You do this by asking questions like:
"Tell me Mr. ______, what effect will it have on your overall operation if that problem is not solved? How much will it cost? What will it do in terms of morale? How much production are you currently losing with the way you're handling this now?"
Before you can make the major sale, you must know how to develop major explicit problems from minor implied problems. And you must do all of this before you explain the value of your product or service. (Are you with me?)

5. LET THE PROSPECT DO THE SELLING...NOT YOU
One of the biggest mistakes salespeople make is that they start offering solutions too soon. Doing so will invite objections, especially price objections.
You get the prospect to sell herself by asking her "Solution Questions."
Solution Questions allow her to explain the benefits of your product or service and how it will solve her problems. Example: "What will it do for your company if we can reduce the cost of that operation by 10%?"

6. OFFER BENEFITS...NOT FEATURES
Presenting features will cause objections in your presentation. Only offer benefits, and only offer benefits when the prospect has expressed an explicit need that absolutely has to be met. Remember, let the prospect do the selling.

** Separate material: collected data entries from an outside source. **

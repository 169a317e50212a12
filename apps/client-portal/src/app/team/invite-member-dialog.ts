import { ChangeDetectionStrategy, Component, inject, signal } from '@angular/core';
import { NonNullableFormBuilder, ReactiveFormsModule, Validators } from '@angular/forms';
import { MatButtonModule } from '@angular/material/button';
import { MatDialogModule, MatDialogRef } from '@angular/material/dialog';
import { MatFormFieldModule } from '@angular/material/form-field';
import { MatInputModule } from '@angular/material/input';
import { MatProgressBarModule } from '@angular/material/progress-bar';
import { MatRadioModule } from '@angular/material/radio';
import type { ClientRole, Invitation } from '@ohmprint/contracts';
import { ApiProblem, Notice, showFieldErrors } from '@ohmprint/ui';
import { TeamData } from './team-data';

@Component({
  selector: 'ohm-invite-member-dialog',
  changeDetection: ChangeDetectionStrategy.OnPush,
  imports: [ReactiveFormsModule, MatDialogModule, MatButtonModule, MatFormFieldModule, MatInputModule, MatRadioModule, MatProgressBarModule, Notice],
  template: `
    <h2 mat-dialog-title>Invite a colleague</h2>
    <form [formGroup]="form" (ngSubmit)="invite()" novalidate>
      <mat-dialog-content class="ohm-dialog-form">
        <p class="lead">They get an e-mail with a link to choose their name and password. The link works once.</p>
        @if (problem(); as p) {
          <ohm-notice tone="error" icon="error">{{ p.summary }}</ohm-notice>
        }
        <mat-form-field>
          <mat-label>E-mail</mat-label>
          <input matInput type="email" formControlName="email" required cdkFocusInitial />
          @if (form.controls.email.hasError('required')) {
            <mat-error>Enter their e-mail address.</mat-error>
          } @else if (form.controls.email.hasError('email')) {
            <mat-error>That doesn't look like an e-mail address.</mat-error>
          } @else if (form.controls.email.hasError('server')) {
            <mat-error>E-mail {{ form.controls.email.getError('server') }}.</mat-error>
          }
        </mat-form-field>
        <fieldset>
          <legend>What they may do</legend>
          <mat-radio-group formControlName="role" class="roles" aria-label="Role">
            <mat-radio-button value="client-member">
              <span class="choice">Member</span>
              <span class="hint">Sees orders and downloads reports.</span>
            </mat-radio-button>
            <mat-radio-button value="client-admin">
              <span class="choice">Admin</span>
              <span class="hint">Also manages products, orders, credits and the team.</span>
            </mat-radio-button>
          </mat-radio-group>
        </fieldset>
        @if (saving()) {
          <mat-progress-bar mode="indeterminate" aria-label="Sending the invitation" />
        }
      </mat-dialog-content>
      <mat-dialog-actions align="end">
        <button mat-button type="button" mat-dialog-close>Cancel</button>
        <button mat-flat-button type="submit" [disabled]="saving()">Send invitation</button>
      </mat-dialog-actions>
    </form>
  `,
  styles: `
    .roles {
      display: flex;
      flex-direction: column;
    }
    .choice {
      display: block;
    }
    .hint {
      display: block;
      font: var(--mat-sys-body-small);
      color: var(--mat-sys-on-surface-variant);
    }
  `,
})
export class InviteMemberDialog {
  private readonly data = inject(TeamData);
  private readonly dialogRef = inject<MatDialogRef<InviteMemberDialog, Invitation>>(MatDialogRef);
  protected readonly form = inject(NonNullableFormBuilder).group({
    email: ['', [Validators.required, Validators.email]],
    role: ['client-member' as ClientRole, Validators.required],
  });
  protected readonly saving = signal(false);
  protected readonly problem = signal<ApiProblem | null>(null);

  protected invite(): void {
    if (this.form.invalid) {
      this.form.markAllAsTouched();
      return;
    }
    this.saving.set(true);
    this.problem.set(null);
    this.data.invite(this.form.getRawValue()).subscribe({
      next: (invitation) => this.dialogRef.close(invitation),
      error: (error: unknown) => {
        const problem = ApiProblem.from(error);
        this.saving.set(false);
        this.problem.set(problem);
        showFieldErrors(this.form, problem);
      },
    });
  }
}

7. STAGE YOUR PRESENTATION FOR OTHERS TO SELL OTHERS
Most major sales involve several people. It's what goes on between your sales calls that is the most important...when you're not there.
By asking problem questions, probing deeper and asking solution questions, you allow the "influencers" you're selling to discover their own problems. They then become the "experts" and present your product or service as the solution to problems "they" discovered. (Don't you just love this?)

8. DON'T EVER CLOSE
Traditional sales closes will hurt you in the major sale. But what are you to do? Simple. You tell or suggest to the buyer what you want him to do. This is done in three steps:
a. You make sure you've covered all of the important concerns of the buyer. You ask her if there is anything else that's important to talk about.
b. You summarize the problems explored and the benefits (solutions) of your product or service.
c. You suggest an appropriate step to take: setting up a meeting with key players, getting your prospect agreeing to give you previously inaccessible information or simply ask for the order. (No multiple closes here.)

9. THE RIGHT WAY TO DEMONSTRATE
Before you present your product or service, it's critical that you build a strong need to have problems solved. You build tremendous value in what you sell if you can get the prospect telling you the frustrations he or she has and the determination to get those situations taken care of. When that happens, you then simply demonstrate how your product or service will solve the problems and the close is almost automatic.

10. PRACTICE ON THE SMALL-FRY
It's amazing how many salespeople will go on an important sales call to "practice" a new sales behaviour. This is a terrible mistake.
Before taking on a major sales prospect, be sure you write out all of the problems that person or organization may have; create specific questions to ask that draw those problems out into the open; develop even more questions that will allow you to explore deeper to find other problems that may be lurking under the surface; and then practice those new sales behaviours in unimportant sales situations or with family or friends...but not practice in the real world with a major sales prospect.